Assignment>
Could you write out the lines below exactly, beginning with the first and finishing with the one that contains "outside itself. */"?

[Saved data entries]
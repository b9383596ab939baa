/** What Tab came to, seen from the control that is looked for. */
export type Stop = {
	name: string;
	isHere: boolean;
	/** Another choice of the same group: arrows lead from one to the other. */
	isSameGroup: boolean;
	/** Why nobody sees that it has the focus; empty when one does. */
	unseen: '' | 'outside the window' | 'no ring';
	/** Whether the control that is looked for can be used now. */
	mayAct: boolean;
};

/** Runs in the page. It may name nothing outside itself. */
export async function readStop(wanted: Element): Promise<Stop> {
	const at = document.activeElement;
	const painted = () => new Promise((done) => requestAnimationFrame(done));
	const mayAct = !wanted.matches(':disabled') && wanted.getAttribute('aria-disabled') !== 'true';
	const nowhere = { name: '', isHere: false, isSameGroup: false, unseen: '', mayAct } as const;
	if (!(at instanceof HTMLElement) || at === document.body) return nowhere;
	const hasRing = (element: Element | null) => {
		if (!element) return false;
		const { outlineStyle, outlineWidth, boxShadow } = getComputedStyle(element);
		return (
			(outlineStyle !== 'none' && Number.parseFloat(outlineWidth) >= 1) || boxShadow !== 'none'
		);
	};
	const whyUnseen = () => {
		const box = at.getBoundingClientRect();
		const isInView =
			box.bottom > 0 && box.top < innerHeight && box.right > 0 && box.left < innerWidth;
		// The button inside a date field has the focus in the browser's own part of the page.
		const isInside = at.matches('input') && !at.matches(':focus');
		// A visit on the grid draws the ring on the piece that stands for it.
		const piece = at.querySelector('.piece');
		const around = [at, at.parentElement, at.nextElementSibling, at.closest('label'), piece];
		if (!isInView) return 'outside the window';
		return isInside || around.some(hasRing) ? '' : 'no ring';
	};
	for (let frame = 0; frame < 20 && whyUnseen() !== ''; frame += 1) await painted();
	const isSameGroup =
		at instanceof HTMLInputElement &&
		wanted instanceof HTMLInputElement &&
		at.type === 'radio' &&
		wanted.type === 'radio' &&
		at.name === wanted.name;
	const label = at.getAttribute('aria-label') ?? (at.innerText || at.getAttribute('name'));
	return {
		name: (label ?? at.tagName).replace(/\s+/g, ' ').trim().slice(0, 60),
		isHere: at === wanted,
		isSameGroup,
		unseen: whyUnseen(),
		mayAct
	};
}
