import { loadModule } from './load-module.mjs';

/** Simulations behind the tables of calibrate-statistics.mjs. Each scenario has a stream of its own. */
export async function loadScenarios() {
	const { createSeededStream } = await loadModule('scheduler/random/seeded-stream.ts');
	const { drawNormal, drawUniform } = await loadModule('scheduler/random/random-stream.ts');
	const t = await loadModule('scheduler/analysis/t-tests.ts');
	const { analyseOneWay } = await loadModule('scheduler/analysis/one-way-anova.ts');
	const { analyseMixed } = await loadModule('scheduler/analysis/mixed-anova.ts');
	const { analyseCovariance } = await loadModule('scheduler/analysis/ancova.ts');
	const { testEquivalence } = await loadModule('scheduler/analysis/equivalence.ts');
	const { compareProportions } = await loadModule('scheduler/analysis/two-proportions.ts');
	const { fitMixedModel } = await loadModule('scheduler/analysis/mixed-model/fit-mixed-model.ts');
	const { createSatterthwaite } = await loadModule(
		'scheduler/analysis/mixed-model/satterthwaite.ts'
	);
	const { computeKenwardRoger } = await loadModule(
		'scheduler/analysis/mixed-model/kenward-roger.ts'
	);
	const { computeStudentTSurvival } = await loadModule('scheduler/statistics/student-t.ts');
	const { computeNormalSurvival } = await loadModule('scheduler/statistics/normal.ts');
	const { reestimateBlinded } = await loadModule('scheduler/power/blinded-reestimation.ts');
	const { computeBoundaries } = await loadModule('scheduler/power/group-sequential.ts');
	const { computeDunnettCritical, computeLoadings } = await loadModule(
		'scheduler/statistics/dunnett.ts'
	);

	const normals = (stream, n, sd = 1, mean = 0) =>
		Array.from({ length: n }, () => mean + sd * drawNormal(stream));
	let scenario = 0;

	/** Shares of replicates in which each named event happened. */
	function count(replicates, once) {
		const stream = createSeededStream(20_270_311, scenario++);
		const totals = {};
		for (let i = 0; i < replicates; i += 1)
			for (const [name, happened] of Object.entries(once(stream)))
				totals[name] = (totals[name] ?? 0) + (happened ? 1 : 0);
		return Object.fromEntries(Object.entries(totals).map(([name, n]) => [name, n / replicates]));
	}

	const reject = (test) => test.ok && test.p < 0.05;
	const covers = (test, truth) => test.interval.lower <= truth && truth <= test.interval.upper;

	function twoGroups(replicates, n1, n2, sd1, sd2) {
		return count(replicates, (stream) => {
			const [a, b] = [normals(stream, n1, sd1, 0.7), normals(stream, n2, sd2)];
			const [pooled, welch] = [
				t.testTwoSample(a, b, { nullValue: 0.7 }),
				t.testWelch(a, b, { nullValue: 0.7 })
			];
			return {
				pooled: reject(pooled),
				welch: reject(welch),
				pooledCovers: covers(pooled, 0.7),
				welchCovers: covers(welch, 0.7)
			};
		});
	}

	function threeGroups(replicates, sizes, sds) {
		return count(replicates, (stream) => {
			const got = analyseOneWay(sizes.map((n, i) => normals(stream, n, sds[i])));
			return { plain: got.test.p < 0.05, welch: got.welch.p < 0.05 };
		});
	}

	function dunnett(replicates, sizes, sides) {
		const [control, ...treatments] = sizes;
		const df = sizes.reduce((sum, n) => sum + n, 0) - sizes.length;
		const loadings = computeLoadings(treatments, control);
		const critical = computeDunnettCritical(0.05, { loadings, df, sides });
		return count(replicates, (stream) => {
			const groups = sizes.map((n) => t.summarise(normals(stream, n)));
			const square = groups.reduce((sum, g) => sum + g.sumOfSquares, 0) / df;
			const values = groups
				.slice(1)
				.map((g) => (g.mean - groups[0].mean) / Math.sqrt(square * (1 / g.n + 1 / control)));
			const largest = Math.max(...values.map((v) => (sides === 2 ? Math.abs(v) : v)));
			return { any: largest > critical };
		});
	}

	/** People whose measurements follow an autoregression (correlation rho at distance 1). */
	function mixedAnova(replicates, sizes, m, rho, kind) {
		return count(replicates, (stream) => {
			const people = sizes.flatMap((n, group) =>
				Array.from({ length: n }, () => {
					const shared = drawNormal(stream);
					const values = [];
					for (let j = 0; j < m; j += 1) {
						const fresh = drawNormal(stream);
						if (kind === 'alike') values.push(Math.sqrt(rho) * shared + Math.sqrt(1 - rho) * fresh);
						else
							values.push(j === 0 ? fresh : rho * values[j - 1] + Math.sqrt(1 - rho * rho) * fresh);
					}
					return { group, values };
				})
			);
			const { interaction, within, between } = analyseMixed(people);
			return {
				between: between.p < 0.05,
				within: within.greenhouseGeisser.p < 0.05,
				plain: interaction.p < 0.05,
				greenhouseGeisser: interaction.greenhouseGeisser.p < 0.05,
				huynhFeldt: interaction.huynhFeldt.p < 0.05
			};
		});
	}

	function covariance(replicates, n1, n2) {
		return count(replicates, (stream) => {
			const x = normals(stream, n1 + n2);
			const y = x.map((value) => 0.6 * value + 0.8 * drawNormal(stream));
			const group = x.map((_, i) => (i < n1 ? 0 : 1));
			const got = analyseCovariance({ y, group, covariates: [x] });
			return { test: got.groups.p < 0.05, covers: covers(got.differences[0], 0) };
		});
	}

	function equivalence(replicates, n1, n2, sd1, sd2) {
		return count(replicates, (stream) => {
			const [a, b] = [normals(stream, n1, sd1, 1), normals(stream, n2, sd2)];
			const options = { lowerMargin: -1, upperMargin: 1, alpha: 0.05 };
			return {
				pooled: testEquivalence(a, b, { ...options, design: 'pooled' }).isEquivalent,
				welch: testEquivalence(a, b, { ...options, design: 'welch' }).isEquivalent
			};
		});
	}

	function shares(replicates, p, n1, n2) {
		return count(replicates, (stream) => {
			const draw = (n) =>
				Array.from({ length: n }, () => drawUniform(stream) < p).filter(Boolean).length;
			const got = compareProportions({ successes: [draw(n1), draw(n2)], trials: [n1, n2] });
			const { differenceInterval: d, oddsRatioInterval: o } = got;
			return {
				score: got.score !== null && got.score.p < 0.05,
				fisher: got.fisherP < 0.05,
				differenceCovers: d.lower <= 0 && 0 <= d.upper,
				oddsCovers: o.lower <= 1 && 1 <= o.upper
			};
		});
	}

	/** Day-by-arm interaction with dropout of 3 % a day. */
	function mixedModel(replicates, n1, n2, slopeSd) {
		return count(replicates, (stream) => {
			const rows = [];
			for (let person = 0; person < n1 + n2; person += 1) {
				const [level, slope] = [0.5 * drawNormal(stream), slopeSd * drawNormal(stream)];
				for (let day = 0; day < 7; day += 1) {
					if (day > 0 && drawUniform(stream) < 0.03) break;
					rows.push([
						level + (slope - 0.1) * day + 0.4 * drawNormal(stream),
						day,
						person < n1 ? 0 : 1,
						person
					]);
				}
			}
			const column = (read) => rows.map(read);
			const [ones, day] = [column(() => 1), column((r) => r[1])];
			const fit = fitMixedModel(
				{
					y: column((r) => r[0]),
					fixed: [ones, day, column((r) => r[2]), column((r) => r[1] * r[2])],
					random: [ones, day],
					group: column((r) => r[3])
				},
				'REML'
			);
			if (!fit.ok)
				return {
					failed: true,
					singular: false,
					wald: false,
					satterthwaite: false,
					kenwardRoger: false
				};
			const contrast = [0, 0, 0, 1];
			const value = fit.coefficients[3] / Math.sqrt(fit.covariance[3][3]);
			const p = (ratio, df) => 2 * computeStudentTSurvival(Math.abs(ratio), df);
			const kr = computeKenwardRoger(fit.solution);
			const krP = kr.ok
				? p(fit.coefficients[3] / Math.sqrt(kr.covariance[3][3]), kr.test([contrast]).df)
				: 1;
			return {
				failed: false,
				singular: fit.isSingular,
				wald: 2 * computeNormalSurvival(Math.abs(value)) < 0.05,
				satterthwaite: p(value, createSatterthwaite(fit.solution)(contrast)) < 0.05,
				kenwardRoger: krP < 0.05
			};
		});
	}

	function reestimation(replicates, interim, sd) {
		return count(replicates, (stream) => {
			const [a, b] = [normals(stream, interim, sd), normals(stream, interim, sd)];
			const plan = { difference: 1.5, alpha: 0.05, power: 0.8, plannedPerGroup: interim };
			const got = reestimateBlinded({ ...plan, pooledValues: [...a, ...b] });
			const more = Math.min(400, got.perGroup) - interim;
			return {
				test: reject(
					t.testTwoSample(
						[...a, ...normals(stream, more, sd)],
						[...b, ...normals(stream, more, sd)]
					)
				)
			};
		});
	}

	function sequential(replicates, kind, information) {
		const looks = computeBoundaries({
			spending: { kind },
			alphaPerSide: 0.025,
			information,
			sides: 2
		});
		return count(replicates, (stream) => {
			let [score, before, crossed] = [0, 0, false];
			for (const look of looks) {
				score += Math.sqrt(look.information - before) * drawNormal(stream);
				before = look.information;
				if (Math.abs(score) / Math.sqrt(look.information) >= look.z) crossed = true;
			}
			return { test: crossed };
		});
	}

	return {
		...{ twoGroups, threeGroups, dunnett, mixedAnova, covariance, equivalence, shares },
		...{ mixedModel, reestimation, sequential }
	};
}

Result of the exercise>
repository b9383596ab939baa
/** What Tab came to, seen from the control that is looked for. */
export type Stop = {
	name: string;
	isHere: boolean;
	/** Another choice of the same group: arrows lead from one to the other. */
	isSameGroup: boolean;
	/** Why nobody sees that it has the focus; empty when one does. */
	unseen: '' | 'outside the window' | 'no ring';
	/** Whether the control that is looked for can be used now. */
	mayAct: boolean;
};

/** Runs in the page. It may name nothing outside itself. */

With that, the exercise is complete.